Взяв Нидию за руку, Главк побежал по коридорам и достиг темницы христианина. Он застал Олинтия на коленях, в молитве.
– Вставай, вставай! – воскликнул он – Спасайся, беги! Смотри, природа является для тебя страшным избавлением!
Он вывел изумленного христианина и показал на тучу, надвигавшуюся все темнее и темнее, сыпля пеплом и потоками лавы.
– Это перст Божий! Да будет благословенно имя Его! – набожно проговорил Олинтий.
– Беги! Ищи своих братьев! Сговорись с ними и спасайся! Прощай!
Олинтий не отвечал, как будто не глядел даже на уходившего друга. Возвышенные, торжественные помыслы поглощали его душу, и в восторге своего благодарного сердца он более восхищался милосердием Божьим, чем трепетал перед проявлением Его могущества.
Наконец он очнулся и побежал, почти сам не зная куда.
На пути глазам его представилась распахнутая настежь, мрачная, печальная каморка. В потемках слабо мерцала одинокая лампа. При свете ее он увидел три обнаженных тела безжизненно распростертых на полу. Вдруг Олинтий невольно остановился. Среди ужасов этого страшного логовища-сполиариума арены он услыхал голос, призывающий имя Христово!
Он не мог устоять против этого голоса, вошел в дверь и попал ногами в потоки густой крови, вылившиеся из раненых тел на песок.
– Кто здесь призывает Сына Божьего? – спросил назареянин.
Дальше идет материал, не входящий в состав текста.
/// Another process that opens the store, begins a transaction, stores one heat in it and waits to be killed.
class Writer {
public:
    explicit Writer(const QString& path) {
        int ready[2] = {0, 0};
        REQUIRE(pipe(ready) == 0);
        process_ = fork();
        if (process_ == 0) {
            Result<Store> store = Store::open(path);
            if (!store) _exit(1);
            Transaction transaction(store.value().database(), path, "waiting");
            transaction.run("INSERT INTO import (source, day, heats) VALUES ('half', '2025-04-02', 1)");
            const bool told = transaction.ok() && ::write(ready[1], "x", 1) == 1;
            while (told) pause();
            _exit(1);
        }
        char answer = 0;
        close(ready[1]);
        REQUIRE(read(ready[0], &answer, 1) == 1);
        close(ready[0]);
    }
    ~Writer() {
        ::kill(process_, SIGKILL);
        waitpid(process_, nullptr, 0);
    }

private:
    pid_t process_ = 0;
};

}  // namespace

TEST_CASE("heats come back exactly as they went in", "[store]") {
    Place place;
    std::vector<Heat> heats;
    for (const char* number : {"004731", "52E104", "F2407/1", "T-21-0463", "D 7740", "1e5", "0", "Ä'\"; --"})
        heats.push_back(heatNamed(QString::fromUtf8(number)));
    heats[0].other_analyses.push_back({"product", {{"C", {"0.018", 0.018, false, 0.001, ""}}}, "f line 3"});
    heats[0].other_products.push_back({"plate", std::nullopt, "f line 9"});
    heats[1].section_mm.reset();
    heats[1].analysis.clear();
    {
        Store store = must(Store::create(place.path));
        CHECK(must(store.storeHeats(heats, "f", kDay)) == 8);
    }
    const Store store = must(Store::open(place.path, Access::read));
    const std::vector<Heat> back = must(store.heats());
    REQUIRE(back.size() == heats.size());
    for (size_t i = 0; i < heats.size(); ++i) CHECK(back[i].number == heats[i].number);
    const Heat first = must(store.heat("004731"));
    CHECK(first.analysis.at("C").raw == "0,017");
    CHECK(*first.analysis.at("C").wt == 0.017);
    CHECK(first.analysis.at("C").digit_wt == 0.001);
    CHECK(first.analysis.at("C").remark == "decimal comma");
    CHECK(first.analysis.at("Nb").less_than);
    CHECK_FALSE(first.analysis.at("N").wt);
    REQUIRE(first.other_analyses.size() == 1);
    CHECK(first.other_analyses[0].kind == "product");
    CHECK(*first.other_analyses[0].analysis.at("C").wt == 0.018);
    REQUIRE(first.other_products.size() == 1);
    CHECK_FALSE(first.other_products[0].section_mm);
    CHECK(must(store.heat("52E104")).analysis.empty());
    CHECK(must(store.heat("52E104")).analysis_kind == "ladle");
    CHECK_FALSE(must(store.heat("52E104")).section_mm);
    CHECK_THAT(refusal(store.heat("4731")), Catch::Contains("Did you mean 004731?"));
    CHECK(refusal(store.heat("X")) == "heat X is not in the store");
}

TEST_CASE("a delivery is stored whole or not at all", "[store]") {
    Place place;
    Store store = must(Store::create(place.path));
    must(store.storeHeats({heatNamed("A")}, "first", kDay));
    CHECK_THAT(refusal(store.storeHeats({heatNamed("B"), heatNamed("A")}, "second", kDay)),
               Catch::StartsWith("heat A: this number is stored already"));
    CHECK_THAT(refusal(store.storeHeats({heatNamed("C"), heatNamed("C")}, "third", kDay)),
               Catch::StartsWith("heat C: this number is stored already"));
    CHECK_THAT(refusal(store.storeHeats({heatNamed("D"), heatNamed(" ")}, "fourth", kDay)),
               Catch::Contains("a heat without a number"));
    CHECK(must(store.heats()).size() == 1);
    CHECK(must(store.storeHeats({heatNamed("B")}, "fifth", kDay)) == 1);
}

TEST_CASE("sheets are numbered by the store, revised, and never changed", "[store]") {
    Place place;
    Store store = must(Store::create(place.path));
    Cycle cycle;
    cycle.name = "SA-6A";
    must(store.storeCycles({cycle}));
    must(approveCycle(store, "SA-6A", 1, {"quality manager", "2025-04-01", ""}));
    Sheet draft;
    draft.heat = "F2407/1";
    draft.cycle = "SA-6A";
    draft.furnace = "F1";
    draft.content = QByteArray("{\"setpoint_C\": 1120, \"note\": \"\xC2\xB0\"}");
    draft.issued_by = "metallurgist";
    const Sheet first = must(store.issueSheet(draft, kDay));
    CHECK(first.number == "2025-0001");
    CHECK(first.revision == "A");
    CHECK(first.hash == sheetHash("2025-0001", "A", draft.content));
    CHECK(must(store.issueSheet(draft, kDay)).number == "2025-0002");
    CHECK(must(store.issueSheet(draft, QDate(2026, 1, 1))).number == "2026-0001");

    Sheet change = draft;
    change.number = "2025-0001";
    change.content = "{\"setpoint_C\": 1135}";
    const Sheet second = must(store.issueSheet(change, kDay));
    CHECK(second.number == "2025-0001");
    CHECK(second.revision == "B");
    CHECK(second.replaces == "2025-0001 A");
    CHECK(second.hash != first.hash);
    CHECK(must(store.sheet("2025-0001")).revision == "B");
    const Sheet old = must(store.sheet("2025-0001", "A"));
    CHECK(old.status == "superseded");
    CHECK(old.content == draft.content);
    CHECK(old.issued == kDay);
    CHECK(must(store.sheets()).size() == 4);
    for (int i = 0; i < 30; ++i) must(store.issueSheet(change, kDay));
    CHECK(must(store.sheet("2025-0001")).revision == "AF");

    change.number = "2025-0999";
    CHECK_THAT(refusal(store.issueSheet(change, kDay)), Catch::Contains("there is no sheet 2025-0999"));
    change.content = "no json";
    CHECK_THAT(refusal(store.issueSheet(change, kDay)), Catch::Contains("one JSON object"));
    CHECK_THAT(refusal(store.issueSheet(draft, QDate())), Catch::Contains("date"));
    CHECK(must(store.issueSheet(draft, kDay)).number == "2025-0003");  // a refused one used up no number

    for (const char* sql : {"DELETE FROM sheet", "UPDATE sheet SET content = '{}'", "UPDATE sheet SET hash = ''"}) {
        Transaction transaction(store.database(), store.path(), "tampering");
        transaction.run(sql);
        CHECK_THAT(refusal(transaction.commit()), Catch::Contains("an issued record cannot be changed"));
    }
}

TEST_CASE("a cycle stored again is its next revision", "[store]") {
    Place place;
    Store store = must(Store::create(place.path));
    Cycle cycle;
    cycle.name = "SA-22";
    cycle.grades = {"1.4462", "F51"};
    cycle.setpoint_C = 1050;
    cycle.limits = {{"dissolved", "sigma", std::nullopt, std::nullopt, 20, "toughness", "common practice"}};
    must(store.storeCycles({cycle}));
    cycle.setpoint_C = 1060;
    cycle.grades = {"1.4462"};
    cycle.limits.push_back({"fraction", "ferrite", 40, 60, 0, "both phases", "common practice"});
    must(store.storeCycles({cycle}));
    REQUIRE(must(store.cycles()).size() == 1);
    const Cycle standing = must(store.cycle("SA-22"));
    CHECK(standing.revision == 2);
    CHECK(standing.setpoint_C == 1060);
    CHECK(standing.grades == QStringList{"1.4462"});
    REQUIRE(standing.limits.size() == 2);
    CHECK_FALSE(standing.limits[0].low);
    CHECK(*standing.limits[1].high == 60);
}

TEST_CASE("the shop's rules are kept and checked", "[store]") {
    Place place;
    Store store = must(Store::create(place.path));
    CHECK(must(store.shop()).band_rule == "root of squares");
    must(store.setShop({"Works", "added up", 4, 12, kDay}));
    CHECK(must(store.shop()).band_rule == "added up");
    CHECK(must(store.shop()).tight_computed_K == 12);
    CHECK_THAT(refusal(store.setShop({"Works", "by feel", 4, 12, kDay})), Catch::Contains("not \"by feel\""));
    CHECK(must(store.shop()).band_rule == "added up");
}

TEST_CASE("what is not a store is refused and left as it is", "[store]") {
    Place place;
    CHECK_THAT(refusal(Store::open(place.path)), Catch::Contains("no such file"));
    CHECK_FALSE(QFile::exists(place.path));
    CHECK_THAT(refusal(Store::open(place.folder.path())), Catch::Contains("not a file"));
    write(place.path, "heat,grade\nA,304\n");
    CHECK_THAT(refusal(Store::open(place.path)), Catch::Contains("the file is not a store"));
    CHECK_THAT(refusal(Store::create(place.path)), Catch::Contains("exists already"));
    write(place.path, "");
    CHECK_THAT(refusal(Store::open(place.path)), Catch::Contains("the file is not a store"));

    QFile::remove(place.path);
    {
        QSqlDatabase other = QSqlDatabase::addDatabase("QSQLITE", "other");
        other.setDatabaseName(place.path);
        REQUIRE(other.open());
        REQUIRE(QSqlQuery(other).exec("CREATE TABLE recipe (name TEXT)"));
        other.close();
    }
    QSqlDatabase::removeDatabase("other");
    QFile file(place.path);
    REQUIRE(file.open(QIODevice::ReadOnly));
    const QByteArray before = file.readAll();
    file.close();
    CHECK_THAT(refusal(Store::open(place.path)), Catch::Contains("belongs to another program"));
    REQUIRE(file.open(QIODevice::ReadOnly));
    CHECK(file.readAll() == before);
}

TEST_CASE("a newer store is refused, an older one brought up to date with its data", "[store]") {
    Place place;
    {
        Store store = must(Store::create(place.path));
        must(store.storeHeats({heatNamed("A")}, "f", kDay));
        REQUIRE(QSqlQuery(store.database()).exec("PRAGMA user_version = 999"));
    }
    CHECK_THAT(refusal(Store::open(place.path)), Catch::Contains("newer program (version 999"));
    CHECK_THAT(refusal(Store::open(place.path, Access::read)), Catch::Contains("newer program"));

    for (int version = 1; version <= latestSchemaVersion(); ++version) {
        INFO("from version " << version);
        Place old;
        {
            QSqlDatabase database = QSqlDatabase::addDatabase("QSQLITE", "old");
            database.setDatabaseName(old.path);
            REQUIRE(database.open());
            must(migrate(database, old.path, version));
            QSqlQuery query(database);
            REQUIRE(query.exec("INSERT INTO import (id, source, day, heats) VALUES (1, 'f', '2025-04-02', 1)"));
            REQUIRE(
                query.exec("INSERT INTO heat (number, grade, product_form, melt_route, source, import) "
                           "VALUES ('004731', '1.2379', 'bar', '', 'f line 2', 1)"));
            for (const int revision : {1, 2})
                REQUIRE(query.exec(QString("INSERT INTO cycle (name, revision, position, kind, setpoint_C, soak_rule, "
                                           "soak_base_min, soak_per_25mm_min, soak_free_mm, cooling, note) VALUES "
                                           "('H-D2', %1, 0, 'harden', %2, '', 0, 0, 0, '', '')")
                                       .arg(revision)
                                       .arg(1000 + revision)));
            REQUIRE(query.exec("INSERT INTO sheet VALUES ('2025-0001', 'A', '', '004731', 'H-D2', 2, 'F4', '{}', '" +
                               sheetHash("2025-0001", "A", "{}") + "', 'me', '2025-04-02', 'issued')"));
        }
        QSqlDatabase::removeDatabase("old");
        if (version < latestSchemaVersion())
            CHECK_THAT(refusal(Store::open(old.path, Access::read)), Catch::Contains("older program"));
        const Store store = must(Store::open(old.path));
        CHECK(must(schemaVersion(store.database(), old.path)) == latestSchemaVersion());
        CHECK(must(store.heat("004731")).product_form == "bar");
        CHECK(must(store.cycle("H-D2")).setpoint_C == 1002);
        CHECK(must(store.sheet("2025-0001")).content == "{}");
        // What an earlier program worked with goes on: approved where states were unknown.
        CHECK(must(cycleRevisions(store, "H-D2"))[1].state() == (version < 3 ? "approved" : "draft"));
        CHECK(must(store.check()).isEmpty());
    }
}

TEST_CASE("a store opened for reading is never written", "[store]") {
    Place place;
    must(Store::create(place.path));
    Store store = must(Store::open(place.path, Access::read));
    CHECK_THAT(refusal(store.storeHeats({heatNamed("A")}, "f", kDay)), Catch::Contains("it is read-only"));
    CHECK(must(store.heats()).empty());
}

TEST_CASE("a store that another process writes to says so, and can be read meanwhile", "[store]") {
    Place place;
    Store store = must(Store::create(place.path));
    must(store.storeHeats({heatNamed("A")}, "f", kDay));
    {
        const Writer other(place.path);
        CHECK(must(store.heats()).size() == 1);
        CHECK_THAT(refusal(store.storeHeats({heatNamed("B")}, "f", kDay)),
                   Catch::Contains("another program is writing") && Catch::Contains(place.path.toStdString()));
    }
    // The other process was killed in the middle: its half is gone, the store is sound and free.
    CHECK(must(store.storeHeats({heatNamed("B")}, "f", kDay)) == 1);
    Rows rows(store.database(), place.path, "checking", "SELECT count(*) FROM import WHERE source = 'half'");
    REQUIRE(rows.next());
    CHECK(rows.integer(0) == 0);
    Rows check(store.database(), place.path, "checking", "PRAGMA integrity_check");
    REQUIRE(check.next());
    CHECK(check.text(0) == "ok");
}

TEST_CASE("a full store keeps what it had", "[store]") {
    Place place;
    Store store = must(Store::create(place.path));
    must(store.storeHeats({heatNamed("A")}, "f", kDay));
    {
        QSqlQuery query(store.database());
        REQUIRE(query.exec("PRAGMA max_page_count = 1"));  // SQLite takes the present size as the limit
    }
    std::vector<Heat> many;
    for (int i = 0; i < 5000; ++i) many.push_back(heatNamed(QString("N%1").arg(i)));
    CHECK_THAT(refusal(store.storeHeats(many, "f", kDay)), Catch::Contains("the disk is full"));
    REQUIRE(must(store.heats()).size() == 1);
    CHECK(must(Store::open(place.path).value().heats()).size() == 1);
}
Ответа не было. Обернувшись, Олинтий увидел при свете лампы седовласого старика, сидевшего на полу и державшего на коленях голову одного из мертвецов. Черты покойника застыли в неподвижности последнего сна. Но на губах его еще играла злобная улыбка, не улыбка христианской надежды, а мрачная усмешка ненависти и недоверия. Однако лицо его еще имело прелестные, округленные очертания ранней юности. Волосы, густые и блестящие, вились кудрями над гладким лбом, а пушок возмужалого возраста лишь слегка оттенял мрамор бескровных щек. Над этим лицом склонилось другое, полное такой невыразимой грусти, такой страстной нежности, такого безотрадного глубокого горя! Горячие слезы старика сыпались градом, но он их не чувствовал. Губы его машинально шептали молитву своей милосердной, всепрощающей веры, но ни сердце его, ни сознание не отвечали словам – ум его был в состоянии летаргии. Сын его умер, умер за него! И сердце старика было разбито.
– Медон, – проговорил Олинтий с состраданием. – Вставай и беги! Господь пробудил стихии! Новая Гоморра обречена на погибель! Спасайся, прежде чем пламя сожжет тебя!
– Он был так полон жизни! Он не может быть мертв! Подойди, положи руку на его сердце, наверное, оно еще бьется?
– Брат мой, душа отлетела! Мы помянем ее в наших молитвах! Ты не можешь оживить немой прах! Пойдем, пойдем! Слышишь, как трещат стены? Слышишь эти предсмертные вопли? Нельзя терять ни минуты! Идем!
– Я ничего не слышу! – сказал Медон, покачивая седой головой. – Бедный мальчик! Любовь убила его!
– Идем, идем! Прости мою дружескую настойчивость!
– Идти! Кто может разлучить отца с сыном?
И Медон, крепко сжимая тело в своих объятиях, покрывал его страстными поцелуями.
– Идти! – проговорил он, на мгновение подымая голову. – Оставь нас! Мы должны остаться наедине!
– Увы! – возразил сострадательный назареянин. – Смерть уже разлучила вас!
Старик спокойно улыбнулся.
– Нет, нет, нет! – пробормотал он, все тише и тише с каждым словом. – Смерть была великодушнее!
С этими словам голова его поникла на грудь сына, руки его выпустили тело, которое он обнимал. Олинтий схватил его за руку, – пульс перестал биться! Последние слова отца оказались истиной – смерть была великодушнее!